Die Lage des Ortes auf der Muschelkalkhöhe Saargau:
Überall auf den Feldern der Muschelkalkhöhe liegen Kalksteine in allen Größen. Kalkstein soll bei der Planung berücksichtigt werden.
Skizzen von Mitgliedern der Künstlergruppe Bisttal e.V.
2.
Geschichte/Legende des Ortes :
Wärend des 30-jährigen Krieges belagerten die Schweden Berus. Als den Bewohnern die Nahrung
knapp wurde, schlachtete man den letzten Esel, nähte in dessen Fell den letzten Sack Korn und katapultierte den Beutel zu den Schweden hinüber.
Darauf überlegten die Schweden: »Wenn die noch soviel Nahrung übrig haben, dass sie uns damit beschießen können, müssten wir die Belagerung noch Wochen weiterführen, dass würde uns zu viel Zeit kosten!« Und zogen von Berus ab.
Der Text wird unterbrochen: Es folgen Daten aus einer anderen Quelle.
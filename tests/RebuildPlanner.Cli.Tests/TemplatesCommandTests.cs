using RebuildPlanner.Tests.Shared;
using UglyToad.PdfPig;

namespace RebuildPlanner.Cli.Tests;

public sealed class TemplatesCommandTests : IDisposable
{
    private readonly Scratch _scratch = new();

    private static string Van => RepositoryFiles.At("samples", "van-four.json");

    public void Dispose() => _scratch.Dispose();

    [Fact]
    public void Templates_are_written_out_and_what_a_shop_has_changed_is_left()
    {
        Screen first = Screen.Of("templates", "--to", _scratch["own"]);
        string shop = Path.Combine(_scratch["own"], "shop.json");
        string changed = File.ReadAllText(shop).Replace("Your shop's name", "Tröger & Søn", StringComparison.Ordinal);
        File.WriteAllText(shop, changed);

        Screen second = Screen.Of("templates", "--to", _scratch["own"]);

        Assert.Equal((0, 0), (first.ExitCode, second.ExitCode));
        Assert.Equal(10, first.Output.Split('\n', StringSplitOptions.RemoveEmptyEntries).Length);
        Assert.Contains($"{shop}: was there already, left as it is", second.Output, StringComparison.Ordinal);
        Assert.Equal(changed, File.ReadAllText(shop));
        Assert.Equal(RepositoryFiles.Text("templates", "single.json"), File.ReadAllText(Path.Combine(_scratch["own"], "single.json")));
    }

    [Fact]
    public void An_edited_shop_is_printed_from_a_named_folder_and_from_the_data_folder()
    {
        Directory.CreateDirectory(_scratch["templates"]);
        _scratch.Write(Path.Combine("templates", "shop.json"), """{ "format": "rebuild-planner-shop", "version": 1, "name": "Tröger & Søn", "paper": "Letter" }""");

        Screen named = Screen.Of("sheet", "--file", Van, "--templates", _scratch["templates"], "--out", _scratch["named.pdf"]);
        Screen data = Screen.At(_scratch["."], "sheet", "--file", Van, "--out", _scratch["data.pdf"]);

        Assert.Equal((0, 0), (named.ExitCode, data.ExitCode));
        Assert.Equal(File.ReadAllBytes(_scratch["named.pdf"]), File.ReadAllBytes(_scratch["data.pdf"]));
        using PdfDocument pdf = PdfDocument.Open(_scratch["named.pdf"]);
        Assert.Equal(("Tröger & Søn", 612.0), (pdf.Information.Author, Math.Round(pdf.GetPage(1).Width, 1)));
    }

    [Fact]
    public void A_broken_template_is_refused_with_file_line_and_what_would_be_right_and_nothing_is_printed()
    {
        Directory.CreateDirectory(_scratch["templates"]);
        _scratch.Write(
            Path.Combine("templates", "sheet-wording.json"), "{ \"format\": \"rebuild-planner-wording\", \"version\": 1,\n  \"phrases\": { \"titel\": \"Report\" } }");

        Screen screen = Screen.Of("sheet", "--file", Van, "--templates", _scratch["templates"], "--out", _scratch["van.pdf"]);

        Assert.Equal(2, screen.ExitCode);
        Assert.Contains("sheet-wording.json, line 2: phrases.titel: \"Report\": unknown field 'titel'; did you mean 'title'?", screen.Error, StringComparison.Ordinal);
        Assert.EndsWith("1 fault; nothing was printed.\n", screen.Error, StringComparison.Ordinal);
        Assert.False(File.Exists(_scratch["van.pdf"]));
    }

    [Fact]
    public void A_file_where_the_folder_should_be_is_refused()
    {
        Screen screen = Screen.Of("templates", "--to", _scratch.Write("file", "text"));

        Assert.Equal(2, screen.ExitCode);
        Assert.Contains("that is a file; a folder is wanted.", screen.Error, StringComparison.Ordinal);
    }
}
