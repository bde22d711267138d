using RebuildPlanner.Tests.Shared;

namespace RebuildPlanner.Cli.Tests;

public class ArrowTests
{
    [Fact]
    public void Nothing_points_at_the_command_line()
    {
        string[] projects = Directory.GetFiles(RepositoryFiles.At("src"), "*.csproj", SearchOption.AllDirectories);

        Assert.Equal(4, projects.Length);
        Assert.DoesNotContain(projects, project => File.ReadAllText(project).Contains("RebuildPlanner.Cli.csproj", StringComparison.Ordinal));
    }
}
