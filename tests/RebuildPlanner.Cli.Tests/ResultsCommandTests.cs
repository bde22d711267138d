using System.Text.Json;
using RebuildPlanner.Tests.Shared;

namespace RebuildPlanner.Cli.Tests;

public class ResultsCommandTests
{
    private const string Gap =
        """
        { "format": "rebuild-planner-job", "version": 1, "job": { "number": "G-1", "title": "A gap" },
          "engine": { "cylinders": 1, "stroke": "78 mm ± 0.04 mm" },
          "given": [ { "what": "gasket thickness", "value": "1.2 mm ± 0.05 mm" }, { "what": "deck", "value": "0.2 mm ± 0.03 mm below" } ],
          "limits": [ { "what": "piston to head", "min": "MIN", "stage": "as received" } ] }
        """;

    public static TheoryData<string> Samples =>
        [.. Directory.GetFiles(RepositoryFiles.At("samples"), "*.json").Select(path => Path.GetFileName(path)!).Order()];

    [Theory]
    [MemberData(nameof(Samples))]
    public void Every_sample_fits_80_columns_without_a_control_character(string sample)
    {
        foreach (string[] options in new string[][] { [], ["--inch"] })
        {
            Screen screen = Screen.Of(["results", "--file", RepositoryFiles.At("samples", sample), .. options]);

            Assert.InRange(screen.ExitCode, 0, 1);
            Assert.Empty(screen.Error);
            Assert.All(screen.Output.Split('\n'), line => Assert.InRange(line.Length, 0, 80));
            Assert.DoesNotContain(screen.Output, character => char.IsControl(character) && character != '\n');
            Assert.DoesNotContain('…', screen.Output); // a cell cut short is a figure lost
        }
    }

    [Fact]
    public void A_table_of_which_nothing_is_known_is_left_out()
    {
        string output = Screen.Of("results", "--file", RepositoryFiles.At("samples", "fen-boat-three.json"), "--stage", "as received").Output;

        Assert.Contains("Volumes, cm³", output, StringComparison.Ordinal);
        Assert.DoesNotContain("Compression ratio", output, StringComparison.Ordinal);
        Assert.Contains(" - deck: all", output, StringComparison.Ordinal);
    }

    [Fact]
    public void There_are_three_samples() => Assert.Equal(3, Samples.Count);

    [Theory]
    [InlineData("1.0 mm", 0, "within")]
    [InlineData("1.38 mm", 0, "not proven")]
    [InlineData("1.6 mm", 1, "outside")]
    public void Exit_code_is_one_only_when_a_verdict_is_outside(string min, int exitCode, string word)
    {
        Screen screen = Screen.OfFile(Gap.Replace("MIN", min, StringComparison.Ordinal), "--stage", "as received");

        Assert.Equal(exitCode, screen.ExitCode);
        Assert.Contains(word, screen.Output, StringComparison.Ordinal);
    }

    [Fact]
    public void Every_fault_is_said_at_once_with_file_line_place_and_value()
    {
        Screen screen = Screen.OfFile(
            """
            { "format": "rebuild-planner-job", "version": 1, "job": { "number": "F" },
              "engine": { "cylinders": 1, "stroke": "78,5 mm" },
              "readings": [ { "what": "bor", "cylinder": "1", "value": "81 mm" } ] }
            """);

        Assert.Equal(2, screen.ExitCode);
        Assert.Empty(screen.Output);
        Assert.Contains("job.json, line 2: engine.stroke: \"78,5 mm\": ", screen.Error, StringComparison.Ordinal);
        Assert.Contains("78.5 mm", screen.Error, StringComparison.Ordinal);
        Assert.Contains("job.json, line 3: readings[0].what: \"bor\": ", screen.Error, StringComparison.Ordinal);
        Assert.Contains("\"bore\"", screen.Error.Replace('\'', '"'), StringComparison.Ordinal);
        Assert.EndsWith("2 faults; nothing was computed.\n", screen.Error, StringComparison.Ordinal);
    }

    [Fact]
    public void An_engine_of_which_nothing_can_be_computed_is_refused_with_what_is_missing()
    {
        Screen screen = Screen.OfFile(""" { "format": "rebuild-planner-job", "version": 1, "job": { "number": "E" }, "engine": { "cylinders": 2 } } """);

        Assert.Equal(2, screen.ExitCode);
        Assert.StartsWith("job.json: no cylinder can be computed at the stage as received. Missing:\n  bore: all\n", screen.Error, StringComparison.Ordinal);
    }

    [Theory]
    [InlineData("results", "--file", "no-such-file.json", "no-such-file.json: there is no such file.")]
    [InlineData("results", "--file", ".", ".: that is a folder; a job file is wanted.")]
    [InlineData("results", "--file", "x.json", "--stage", "as recieved", "did you mean \"as received\"?")]
    [InlineData("results", "--fill", "x.json", "--fill: there is no such option here; did you mean --file?")]
    [InlineData("result", "Did you mean rebuild results?")]
    [InlineData("sheet", "--fill", "x.json", "See rebuild sheet --help.")]
    public void A_wrong_request_is_answered_with_what_would_be_right(params string[] words)
    {
        Screen screen = Screen.Of(words[..^1]);

        Assert.Equal(2, screen.ExitCode);
        Assert.Empty(screen.Output);
        Assert.Contains(words[^1], screen.Error, StringComparison.Ordinal);
    }

    [Fact]
    public void Results_as_json_parse_and_name_the_job()
    {
        Screen screen = Screen.OfFile(Gap.Replace("MIN", "1.0 mm", StringComparison.Ordinal), "--stage", "as received", "--json");

        JsonElement root = JsonDocument.Parse(screen.Output).RootElement;
        Assert.Equal(("rebuild-planner-results", "G-1"), (root.GetProperty("format").GetString(), root.GetProperty("job").GetString()));
        Assert.Equal(1.4, root.GetProperty("cylinders")[0].GetProperty("pistonToHead").GetProperty("value").GetDouble(), 1e-12);
    }

    [Fact]
    public void Inch_is_asked_for_and_printed()
    {
        string output = Screen.OfFile(Gap.Replace("MIN", "1.0 mm", StringComparison.Ordinal), "--stage", "as received", "--inch").Output;

        Assert.Contains("Piston to head, in", output, StringComparison.Ordinal);
        Assert.Contains("0.0551", output, StringComparison.Ordinal); // 1.4 mm
    }

    [Fact]
    public void Without_a_stage_the_last_one_recorded_is_shown() =>
        Assert.Contains("Stage: as machined", Screen.Of("results", "--file", RepositoryFiles.At("samples", "van-four.json")).Output, StringComparison.Ordinal);

    public static TheoryData<string> Commands =>
        [.. Directory.GetFiles(RepositoryFiles.At("tests", "RebuildPlanner.Cli.Tests", "Approved"), "help-*.txt").Select(path => Path.GetFileNameWithoutExtension(path)["help-".Length..]).Order(StringComparer.Ordinal)];

    [Theory]
    [MemberData(nameof(Commands))]
    public void Help_reads_as_approved(string command)
    {
        Screen screen = Screen.Of([.. command == "root" ? Array.Empty<string>() : [command], "--help"]);

        Assert.Equal(0, screen.ExitCode);
        Assert.Equal(RepositoryFiles.Text("tests", "RebuildPlanner.Cli.Tests", "Approved", $"help-{command}.txt"), TrimEnds(screen.Output));
    }

    // A command's file is named after it, so that the folder says which there are.
    [Fact]
    public void Every_command_has_an_approved_help_with_an_example()
    {
        string[] files = [.. Directory.GetFiles(RepositoryFiles.At("src", "RebuildPlanner.Cli"), "*Command.cs").Select(path => Path.GetFileNameWithoutExtension(path)[..^"Command".Length].ToLowerInvariant())];
        string[] approved = [.. Commands.Select(command => (string)command).Where(command => command != "root")];

        Assert.Equal(approved, files.Except(["entry"]).Order(StringComparer.Ordinal)); // what several commands share is no command
        Assert.All(approved, command => Assert.Contains($"rebuild {command}", Screen.Of(command, "--help").Output.Split("Example")[1], StringComparison.Ordinal));
    }

    [Theory]
    [InlineData("bash", "complete -o default -F _rebuild rebuild")]
    [InlineData("zsh", "compdef _rebuild rebuild")]
    [InlineData("fish", "complete -c rebuild")]
    public void Completions_are_printed_for_each_shell(string shell, string line) =>
        Assert.Contains(line, Screen.Of("completions", shell).Output, StringComparison.Ordinal);

    [Fact]
    public void The_shell_is_offered_the_stages_in_words_of_the_trade() => Assert.Equal(
        ["as machined", "as received", "before", "planned"],
        Screen.Of("[suggest:24]", "rebuild results --stage ").Output.Split('\n', StringSplitOptions.RemoveEmptyEntries).Where(word => !word.StartsWith('-')).Order());

    [Fact]
    public void Limits_that_read_alike_are_told_apart_by_what_they_are_set_on()
    {
        Screen screen = Screen.OfFile(
            """
            { "format": "rebuild-planner-job", "version": 1, "job": { "number": "H" },
              "engine": { "cylinders": 2, "layout": "vee", "banks": [ { "label": "l", "cylinders": ["1"] }, { "label": "r", "cylinders": ["2"] } ] },
              "given": [ { "what": "bore", "value": "84 mm ± 0.01 mm" }, { "what": "head height", "value": "118.6 mm ± 0.1 mm" } ],
              "limits": [ { "what": "head height", "min": "118 mm", "head": "l", "stage": "as received" }, { "what": "head height", "min": "118 mm", "head": "r", "stage": "as received" },
                { "what": "piston to valve", "min": "1 mm", "valve": "inlet", "stage": "as received" } ] }
            """,
            "--stage", "as received");

        Assert.Equal(
            ["head height min 118 mm, l", "head height min 118 mm, r", "piston to valve min 1 mm, inlet"],
            screen.Output.Split('\n').Where(line => line.StartsWith("Limit: ", StringComparison.Ordinal)).Select(line => line[7..line.IndexOf(" (", StringComparison.Ordinal)]));
    }

    // The library names the running program, which here is the test.
    private static string TrimEnds(string text) => string.Join('\n', text.Split('\n').Select(line => line.TrimEnd())).TrimEnd().Replace("RebuildPlanner.Cli.Tests", "rebuild", StringComparison.Ordinal) + "\n";
}
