namespace RebuildPlanner.Cli.Tests;

/// <summary>A folder of its own for a test, gone after it.</summary>
internal sealed class Scratch : IDisposable
{
    private readonly string _folder = Directory.CreateTempSubdirectory("rebuild-test-").FullName;

    /// <summary>A path in it.</summary>
    public string this[string name] => Path.Combine(_folder, name);

    /// <summary>Writes a file in it.</summary>
    public string Write(string name, string text)
    {
        File.WriteAllText(this[name], text);
        return this[name];
    }

    /// <summary>Everything in it.</summary>
    public string[] Names => [.. Directory.GetFileSystemEntries(_folder).Select(path => Path.GetFileName(path)!).Order(StringComparer.Ordinal)];

    public void Dispose() => Directory.Delete(_folder, recursive: true);
}
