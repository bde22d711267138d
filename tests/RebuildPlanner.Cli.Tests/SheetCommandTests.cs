using System.Xml.Linq;
using RebuildPlanner.Tests.Shared;
using UglyToad.PdfPig;

namespace RebuildPlanner.Cli.Tests;

public sealed class SheetCommandTests : IDisposable
{
    private readonly Scratch _scratch = new();

    private static string Van => RepositoryFiles.At("samples", "van-four.json");

    public void Dispose() => _scratch.Dispose();

    [Fact]
    public void A_sheet_is_written_and_its_path_said()
    {
        Screen screen = Screen.Of("sheet", "--file", Van, "--stage", "as machined", "--out", _scratch["van.pdf"]);

        Assert.Equal((0, _scratch["van.pdf"] + "\n", ""), (screen.ExitCode, screen.Output, screen.Error));
        Assert.Equal(["van.pdf"], _scratch.Names); // nothing half done beside it
        using PdfDocument pdf = PdfDocument.Open(_scratch["van.pdf"]);
        Assert.Equal("Build sheet, 2026-041, Pellow Bakery", pdf.Information.Title);
        Assert.Contains("issued2026-12-01", Squeezed(pdf), StringComparison.Ordinal);
    }

    [Fact]
    public void Paper_units_and_date_are_asked_for()
    {
        Screen screen = Screen.Of("sheet", "--file", Van, "--paper", "letter", "--units", "inch", "--date", "2027-01-31", "--out", _scratch["van.pdf"]);

        Assert.Equal(0, screen.ExitCode);
        using PdfDocument pdf = PdfDocument.Open(_scratch["van.pdf"]);
        Assert.Equal((612.0, 792.0), (Math.Round(pdf.GetPage(1).Width, 1), Math.Round(pdf.GetPage(1).Height, 1)));
        Assert.Contains("boreinswept", Squeezed(pdf), StringComparison.Ordinal);
        Assert.Contains("issued2027-01-31", Squeezed(pdf), StringComparison.Ordinal);
    }

    [Fact]
    public void The_job_is_read_back_from_the_sheet()
    {
        Screen.Of("sheet", "--file", Van, "--out", _scratch["van.pdf"]);

        Screen fromSheet = Screen.Of("results", "--file", _scratch["van.pdf"], "--json"), fromFile = Screen.Of("results", "--file", Van, "--json");

        Assert.Equal(fromFile, fromSheet);
        Assert.Equal(0, fromFile.ExitCode);
    }

    [Fact]
    public void A_sheet_with_a_verdict_outside_is_written_and_the_exit_code_says_so()
    {
        string job = _scratch.Write(
            "gap.json",
            """
            { "format": "rebuild-planner-job", "version": 1, "job": { "number": "G-1" }, "engine": { "cylinders": 1 },
              "given": [ { "what": "gasket thickness", "value": "1.2 mm ± 0.05 mm" }, { "what": "deck", "value": "0.2 mm ± 0.03 mm below" } ],
              "limits": [ { "what": "piston to head", "min": "1.6 mm", "stage": "as received" } ] }
            """);

        Screen screen = Screen.Of("sheet", "--file", job, "--out", _scratch["gap.pdf"]);

        Assert.Equal(1, screen.ExitCode);
        using PdfDocument pdf = PdfDocument.Open(_scratch["gap.pdf"]);
        Assert.Contains("NOTheld:pistontoheadmin1.6mm.", Squeezed(pdf), StringComparison.Ordinal);
    }

    [Fact]
    public void What_is_no_PDF_is_not_overwritten_and_what_is_one_is()
    {
        string job = _scratch.Write("job.json", File.ReadAllText(Van));
        File.WriteAllText(_scratch["old.pdf"], "%PDF-1.4 an older sheet");

        Screen refused = Screen.Of("sheet", "--file", job, "--out", job), replaced = Screen.Of("sheet", "--file", job, "--out", _scratch["old.pdf"]);

        Assert.Equal((2, 0), (refused.ExitCode, replaced.ExitCode));
        Assert.Contains("left as it is", refused.Error.Replace("it was left", "left", StringComparison.Ordinal), StringComparison.Ordinal);
        Assert.Equal(File.ReadAllText(Van), File.ReadAllText(job));
        Assert.True(new FileInfo(_scratch["old.pdf"]).Length > 10_000);
        Assert.Equal(["job.json", "old.pdf"], _scratch.Names);
    }

    [Fact]
    public void Where_nothing_can_be_written_it_is_said_and_nothing_is()
    {
        Screen noFolder = Screen.Of("sheet", "--file", Van, "--out", _scratch[Path.Combine("no", "van.pdf")]), folder = Screen.Of("sheet", "--file", Van, "--out", _scratch["."]);

        Assert.Equal((2, 2), (noFolder.ExitCode, folder.ExitCode));
        Assert.Contains("there is no such folder. Nothing was written.", noFolder.Error, StringComparison.Ordinal);
        Assert.Contains("Nothing was written.", folder.Error, StringComparison.Ordinal);
        Assert.Empty(_scratch.Names);
    }

    [Theory]
    [InlineData("--paper", "A5", "A4 or Letter")]
    [InlineData("--units", "metric", "mm or inch")]
    [InlineData("--date", "31.1.2027", "2026-12-01")]
    [InlineData("--templates", "no-such-folder", "there is no such folder")]
    public void A_wrong_option_is_answered_with_what_would_be_right(string option, string value, string right)
    {
        Screen screen = Screen.Of("sheet", "--file", Van, "--out", _scratch["van.pdf"], option, value);

        Assert.Equal(2, screen.ExitCode);
        Assert.Contains(right, screen.Error, StringComparison.Ordinal);
        Assert.Empty(_scratch.Names);
    }

    [Fact]
    public void An_engine_of_which_nothing_can_be_computed_gets_no_sheet_but_a_form()
    {
        string blank = RepositoryFiles.At("templates", "flat-four.json");

        Screen sheet = Screen.Of("sheet", "--file", blank, "--out", _scratch["sheet.pdf"]), form = Screen.Of("form", "--file", blank, "--out", _scratch["form.pdf"]);

        Assert.Equal((2, 0), (sheet.ExitCode, form.ExitCode));
        Assert.Contains("Missing:\n  bore: all\n", sheet.Error, StringComparison.Ordinal);
        Assert.Equal(["form.pdf"], _scratch.Names);
        using PdfDocument pdf = PdfDocument.Open(_scratch["form.pdf"]);
        Assert.Contains("cyl4,bottom", Squeezed(pdf), StringComparison.Ordinal);
    }

    [Fact]
    public void A_form_of_what_is_left_is_shorter()
    {
        Screen.Of("form", "--file", Van, "--out", _scratch["all.pdf"]);
        Screen.Of("form", "--file", Van, "--left", "--out", _scratch["left.pdf"]);

        using PdfDocument all = PdfDocument.Open(_scratch["all.pdf"]), left = PdfDocument.Open(_scratch["left.pdf"]);
        Assert.Contains("chamber,cm³", Squeezed(all), StringComparison.Ordinal);
        Assert.DoesNotContain("chamber,cm³", Squeezed(left), StringComparison.Ordinal);
    }

    [Fact]
    public void A_letter_without_a_shape_is_told_and_the_sheet_written()
    {
        string job = _scratch.Write("job.json", File.ReadAllText(Van).Replace("Pellow Bakery", "山田", StringComparison.Ordinal));

        Screen screen = Screen.Of("sheet", "--file", job, "--out", _scratch["van.pdf"]);

        Assert.Equal(0, screen.ExitCode);
        Assert.Contains("no shape for 山 (U+5C71), 田 (U+7530)", screen.Error, StringComparison.Ordinal);
        Assert.Contains("山田", Screen.Of("results", "--file", _scratch["van.pdf"]).Output, StringComparison.Ordinal);
    }

    [Fact]
    public void A_PDF_without_a_job_inside_is_refused()
    {
        Screen.Of("form", "--file", Van, "--out", _scratch["form.pdf"]);
        File.WriteAllText(_scratch["broken.pdf"], "%PDF-1.7\nand nothing more");

        foreach (string name in new[] { "form.pdf", "broken.pdf" })
        {
            Screen screen = Screen.Of("results", "--file", _scratch[name]);

            Assert.Equal(2, screen.ExitCode);
            Assert.Contains($"{name}: this PDF has no job file inside", screen.Error, StringComparison.Ordinal);
        }
    }

    [Fact]
    public void A_figure_is_SVG_or_words()
    {
        Screen svg = Screen.Of("figure", "--file", Van, "--show", "section", "--cylinder", "3", "--svg"), words = Screen.Of("figure", "--file", Van, "--show", "volumes");

        Assert.Equal((0, 0), (svg.ExitCode, words.ExitCode));
        Assert.Equal("Section through cylinder 3", XDocument.Parse(svg.Output).Root!.Elements().First().Value);
        Assert.StartsWith("The clearance volume and its parts\ncyl 1: chamber 45.46", words.Output, StringComparison.Ordinal);
    }

    [Fact]
    public void A_figure_goes_into_a_file_that_is_no_other_kind()
    {
        Screen first = Screen.Of("figure", "--file", Van, "--svg", "--out", _scratch["section.svg"]), again = Screen.Of("figure", "--file", Van, "--svg", "--out", _scratch["section.svg"]);
        string job = _scratch.Write("job.json", File.ReadAllText(Van));
        Screen refused = Screen.Of("figure", "--file", job, "--svg", "--out", job);

        Assert.Equal((0, 0, 2), (first.ExitCode, again.ExitCode, refused.ExitCode));
        Assert.StartsWith("<svg", File.ReadAllText(_scratch["section.svg"]), StringComparison.Ordinal);
    }

    [Theory]
    [InlineData("--cylinder", "9", "there is no such cylinder; there are 1, 2, 3, 4.")]
    [InlineData("--show", "picture", "section or volumes")]
    public void A_figure_that_is_not_there_is_refused(string option, string value, string right)
    {
        Screen screen = Screen.Of("figure", "--file", Van, option, value, "--svg");

        Assert.Equal(2, screen.ExitCode);
        Assert.Contains(right, screen.Error, StringComparison.Ordinal);
    }

    private static string Squeezed(PdfDocument pdf) =>
        string.Concat(pdf.GetPages().SelectMany(page => page.Text).Where(letter => !char.IsWhiteSpace(letter)));
}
In Erinnerung daran sollten Landsknechte auf die Kalksteine gemalt werden, die dem Ort den Rücken zukehren.
3.
Die Verlangsamung des Verkehrs:
Damit die Steine gut sichtbar sind, sollen sie eine Höhe von ca. 2 Metern haben und etwa 2 Meter vom Wegerand entfernt in einer Reihe aufgestellt sein.
4.
Die Bemalung der Steine:
Auf die Steine werden abziehende Landsknechte gemalt, die dem Ort den Rücken zuwenden.
Der Letzte dreht sich noch einmal um und schaut zum Ort zurück. Die Art der Bemalung soll an den Holzstich, die damals allgemein gebräuchliche Methode der Vervielfältigung, erinnern.
Zur Anwendung kommen nur schwarze Linien, und weiß für Metalle sowie sparsam eingesetztes Braun zur Betonung.
Die hier gezeigten Bilder stellen einen Ausschnitt der Arbeit dar. Es gab dazu auch eine kleine Feier mit Bürgermeister Bernd Gillo, der Bürgerwerkstatt Berus und der Fördergemeinschaft Teufelsburg.
Die Fördergemeinschaft Teufelsburg e.V. spielte das Geschehen aus dem 30-jährigen Krieg mit einem Augenzwinkern wunderbar nach.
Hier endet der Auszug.